# chargement de videos trés long



## THIB3454 (14 Avril 2009)

Bonjour a tous je possède un macbook sous tiger 10.4.11 depuis 2ans et depuis quelques temps il y a un trés long delai d'attente pour charger et ensuite regarder les vidéos (daily motion ou youtube) pourtant j'ai une connexion adsl merci de vos reponses  
P.S j'ai deja chercher sur internet et le forum


----------



## pascalformac (14 Avril 2009)

bienvenue

et quel entretien du mac?

tu vides les caches de navigateur de temps en temps?


----------



## bompi (14 Avril 2009)

C'est sans doute un problème de connexion (pare-feu, DNS ...)
Je déplace donc côté Internet&Réseaux.


----------



## THIB3454 (14 Avril 2009)

oui c'est ce que je me suis dis j'ai vidé le cache,effacer les cookies effacer tout l'historique et j'ai effacer des applications innutiles mais toujours rien  ce que je trouve bizarre c'est que avant tout aller tres bien les videos se chargés tres vite meme les videos en HD

---------- Nouveau message ajouté à 10h40 ---------- Le message précédent a été envoyé à 10h37 ----------




bompi a dit:


> C'est sans doute un problème de connexion (pare-feu, DNS ...)
> Je déplace donc côté Internet&Réseaux.



d'accord a un probleme de connexion cela viendrais de quoi ?


----------



## pascalformac (14 Avril 2009)

dns foireux
wifi

c'est largement abordé
( voir les fils dédiés , surtout ceux concernant ton fai)


----------



## THIB3454 (14 Avril 2009)

pascalformac a dit:


> dns foireux
> wifi
> 
> c'est largement abordé
> ( voir les fils dédiés , surtout ceux concernant ton fai)

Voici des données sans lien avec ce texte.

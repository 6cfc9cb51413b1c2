// Command ordplan runs declarative analysis plans for ordered outcomes:
// it fits the models a plan lists, applies the plan's decision rules and
// writes a report. `ordplan fit` fits one model from the command line.
package main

merci maintenant je sais d'ou est ce que sa viens mais comment je fais pour le reparer ? je suis allé voir dans preferences systemes = internet reseau = configuration (airport) = je vois pas dns quelque part


----------



## Anonyme (14 Avril 2009)

THIB3454 a dit:


> Bonjour a tous je possède un macbook sous tiger 10.4.11 depuis 2ans et depuis quelques temps il y a un trés long delai d'attente pour charger et ensuite regarder les vidéos (daily motion ou youtube) pourtant j'ai une connexion adsl merci de vos reponses
> P.S j'ai deja chercher sur internet et le forum



Sur Youtube c'est normal mais pas sous Dailymotion ...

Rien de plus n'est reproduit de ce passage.